Problem description
Instruction for the data below: set down exactly the lines from the line with "valid[i] = true" to the line with "test := &r.s.maskTests[k]", inclusive, and no others.

[Collected data]

package raster

import (
	"errors"
	"fmt"
	"math"

	"github.com/airbusgeo/godal"

	"bandfold/tiles"
)

// Reader reads tile windows of a stack. It owns one GDAL dataset handle per
// file and must be used by one goroutine only; make one per worker.
type Reader struct {
	s       *Stack
	ds      []*godal.Dataset
	masks   []*godal.Dataset
	maskBuf []float64
	nodata  []float64
	hasND   []bool
	scaled  bool
	// signed marks the bands stored as GDAL 3.6's signed byte, which GDAL
	// reads as 0..255: values from 128 are turned into v - 256.
	signed    []bool
	anySigned bool
	// check is false when no value can be invalid: integer bands (never
	// NaN or infinite) without nodata.
	check bool
	// average makes ReadScaled average instead of taking the nearest pixel.
	average bool
	// native[k] is the data type shared by every band of run k when reads
	// at full resolution take it in that type and widen it to float64 in Go
	// (see readNative); "" when GDAL converts the run to float64 itself.
	native []string
	raw    rawBuffers
}

// rawBuffers hold a window of one run in its stored type.
type rawBuffers struct {
	u8  []uint8
	i16 []int16
	u16 []uint16
	i32 []int32
	u32 []uint32
	f32 []float32
}

// widening says where readWiden puts the values of a run: into dst,
// pixel-major with p values a pixel, from position pos of each pixel.
type widening struct {
	dst    []float64
	pos, p int
}

// NewReader opens the stack's files for reading by one goroutine.
func (s *Stack) NewReader() (*Reader, error) {
	r := &Reader{s: s}
	for _, p := range s.sources {
		ds, err := openDataset(p)
		if err != nil {
			r.Close()
			return nil, err
		}
		r.ds = append(r.ds, ds)
	}
	for _, m := range s.maskSources {
		ds, err := openDataset(m)
		if err != nil {
			r.Close()
			return nil, fmt.Errorf("mask %w", err)
		}
		r.masks = append(r.masks, ds)
	}
	for _, b := range s.Bands {
		nd, has := 0.0, b.NoData != nil && !math.IsNaN(*b.NoData)
		if has {
			nd = *b.NoData
		}
		r.nodata = append(r.nodata, nd)
		r.hasND = append(r.hasND, has)
		if has || !isInteger(b.DataType) {
			r.check = true
		}
		if b.Scale != 1 || b.Offset != 0 {
			r.scaled = true
		}
		r.signed = append(r.signed, b.DataType == SignedByte)
		r.anySigned = r.anySigned || b.DataType == SignedByte
	}
	for _, rn := range s.runs {
		r.native = append(r.native, nativeType(s.Bands[rn.pos:rn.pos+len(rn.bands)]))
	}
	return r, nil
}

// nativeType returns the stored type of bands when they all share one that
// readNative handles, "" otherwise.
func nativeType(bands []Band) string {
	t := bands[0].DataType
	for _, b := range bands {
		if b.DataType != t {
			return ""
		}
	}
	switch t {
	case "Byte", SignedByte, "Int16", "UInt16", "Int32", "UInt32", "Float32":
		return t
	}
	return ""
}

// readNative reads window t of run k at full resolution in the bands'
// stored type and widens the values into dst. Every value of these types
// is exactly a float64, so the result is the one GDAL's own conversion
// gives; but GDAL converting into a pixel-interleaved float64 buffer costs
// several times the read itself on a hyperspectral cube (224 Int16 bands
// of 1024 x 1024 in 256 x 256 blocks: about 2 s against 0.3 s).
func (r *Reader) readNative(k int, t tiles.Tile, dst []float64) error {
	rn := r.s.runs[k]
	ds, to := r.ds[rn.file], widening{dst: dst, pos: rn.pos, p: len(r.s.Bands)}
	switch r.native[k] {
	case "Byte", SignedByte:
		return readWiden(ds, t, rn.bands, &r.raw.u8, to)
	case "Int16":
		return readWiden(ds, t, rn.bands, &r.raw.i16, to)
	case "UInt16":
		return readWiden(ds, t, rn.bands, &r.raw.u16, to)
	case "Int32":
		return readWiden(ds, t, rn.bands, &r.raw.i32, to)
	case "UInt32":
		return readWiden(ds, t, rn.bands, &r.raw.u32, to)
	default:
		return readWiden(ds, t, rn.bands, &r.raw.f32, to)
	}
}

// readWiden reads window t of the given bands of ds into *buf, pixel-major,
// grown as needed, then widens the values as to says.
func readWiden[T uint8 | int16 | uint16 | int32 | uint32 | float32](ds *godal.Dataset, t tiles.Tile, bands []int, buf *[]T, to widening) error {
	nb, n := len(bands), t.Pixels()
	if cap(*buf) < n*nb {
		*buf = make([]T, n*nb)
	}
	src := (*buf)[:n*nb]
	if err := ds.Read(t.X, t.Y, src, t.W, t.H, godal.Bands(bands...),
		godal.PixelStride(nb), godal.LineStride(nb*t.W), godal.BandStride(1), errLogger); err != nil {
		return err
	}
	if nb == to.p {
		dst := to.dst[:len(src)]
		for i, v := range src {
			dst[i] = float64(v)
		}
		return nil
	}
	for i := range n {
		px := to.dst[i*to.p+to.pos : i*to.p+to.pos+nb]
		for j, v := range src[i*nb : i*nb+nb] {
			px[j] = float64(v)
		}
	}
	return nil
}

// Close releases the reader's dataset handles.
func (r *Reader) Close() error {
	var errs []error
	for _, ds := range r.ds {
		errs = append(errs, ds.Close(errLogger))
	}
	for _, m := range r.masks {
		errs = append(errs, m.Close(errLogger))
	}
	r.ds, r.masks = nil, nil
	return errors.Join(errs...)
}

// Read reads window t of every selected band into dst, pixel-major (the p
// band values of a pixel are consecutive; pixels row by row), and marks in
// valid the pixels that are valid in every band: not nodata, not NaN or
// infinite, and passing every mask rule. Validity is decided on the stored
// values; then each band's Scale and Offset (its metadata, or its TOA
// reflectance calibration) are applied. It returns the number of valid
// pixels. dst needs at least t.Pixels()*p values and valid t.Pixels().
func (r *Reader) Read(t tiles.Tile, dst []float64, valid []bool) (int, error) {
	return r.read(t, t.W, t.H, dst, valid)
}

// ReadScaled reads window t resampled (nearest neighbour, through GDAL's
// overviews when the file has them) to w x h pixels: a decimated read for
// quicklooks that costs memory for w x h pixels only.
func (r *Reader) ReadScaled(t tiles.Tile, w, h int, dst []float64, valid []bool) (int, error) {
	return r.read(t, w, h, dst, valid)
}

// ReadAveraged is ReadScaled with GDAL's average resampling: each output
// pixel is the mean of the valid pixels under it, for reduced quicklooks.
func (r *Reader) ReadAveraged(t tiles.Tile, w, h int, dst []float64, valid []bool) (int, error) {
	r.average = true
	defer func() { r.average = false }()
	return r.read(t, w, h, dst, valid)
}

func (r *Reader) read(t tiles.Tile, bw, bh int, dst []float64, valid []bool) (int, error) {
	p, n := len(r.s.Bands), bw*bh
	if len(dst) < n*p || len(valid) < n {
		panic(fmt.Sprintf("raster: buffers of %d values and %d flags for %v of %d bands", len(dst), len(valid), t, p))
	}
	dst, valid = dst[:n*p], valid[:n]
	window := godal.Window(t.W, t.H)
	alg := godal.Nearest
	if r.average {
		alg = godal.Average
	}
	for k, rn := range r.s.runs {
		var err error
		if bw == t.W && bh == t.H && r.native[k] != "" {
			err = r.readNative(k, t, dst)
		} else {
			err = r.ds[rn.file].Read(t.X, t.Y, dst[rn.pos:], bw, bh, window, godal.Resampling(alg),
				godal.Bands(rn.bands...), godal.PixelStride(p), godal.LineStride(p*bw), godal.BandStride(1), errLogger)
		}
		if err != nil {
			return 0, fmt.Errorf("read %s at %v: %w", r.s.Paths[rn.file], t, tidyRead(err))
		}
	}
	for i := range valid {
		valid[i] = true
	}
	for k, mask := range r.masks {
		if cap(r.maskBuf) < n {
			r.maskBuf = make([]float64, n)
		}
		m := r.maskBuf[:n]
		if err := mask.Read(t.X, t.Y, m, bw, bh, window, godal.Bands(0), errLogger); err != nil {
			return 0, fmt.Errorf("read mask %s at %v: %w", r.s.Masks[k], t, tidyRead(err))
		}
		test := &r.s.maskTests[k]
		for i, v := range m {
			valid[i] = valid[i] && test.valid(v)
		}
	}
	count := 0
	for i := range n {
		if !valid[i] {
			continue
		}
		px := dst[i*p : i*p+p]
		if r.anySigned {
			unsign(px, r.signed)
		}
		if r.check && !r.validPixel(px) {
			valid[i] = false
			continue
		}
		count++
		if r.scaled {
			for b := range px {
				px[b] = px[b]*r.s.Bands[b].Scale + r.s.Bands[b].Offset
			}
		}
	}
	return count, nil
}

// validPixel reports whether no value of px is NaN, infinite or nodata.
func (r *Reader) validPixel(px []float64) bool {
	for b, v := range px {
		// v-v is NaN for NaN and infinities, 0 otherwise.
		if v-v != 0 || (r.hasND[b] && v == r.nodata[b]) {
			return false
		}
	}
	return true
}

// isInteger reports whether a GDAL data type name is an integer type.
func isInteger(dataType string) bool {
	return integerBits(dataType) > 0
}

// unsign turns the values of the signed-byte bands of px, read by GDAL as
// 0..255, into -128..127.
func unsign(px []float64, signed []bool) {
	for b, v := range px {
		if signed[b] && v >= 128 {
			px[b] = v - 256
		}
	}
}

Your response
		valid[i] = true
	}
	for k, mask := range r.masks {
		if cap(r.maskBuf) < n {
			r.maskBuf = make([]float64, n)
		}
		m := r.maskBuf[:n]
		if err := mask.Read(t.X, t.Y, m, bw, bh, window, godal.Bands(0), errLogger); err != nil {
			return 0, fmt.Errorf("read mask %s at %v: %w", r.s.Masks[k], t, tidyRead(err))
		}
		test := &r.s.maskTests[k]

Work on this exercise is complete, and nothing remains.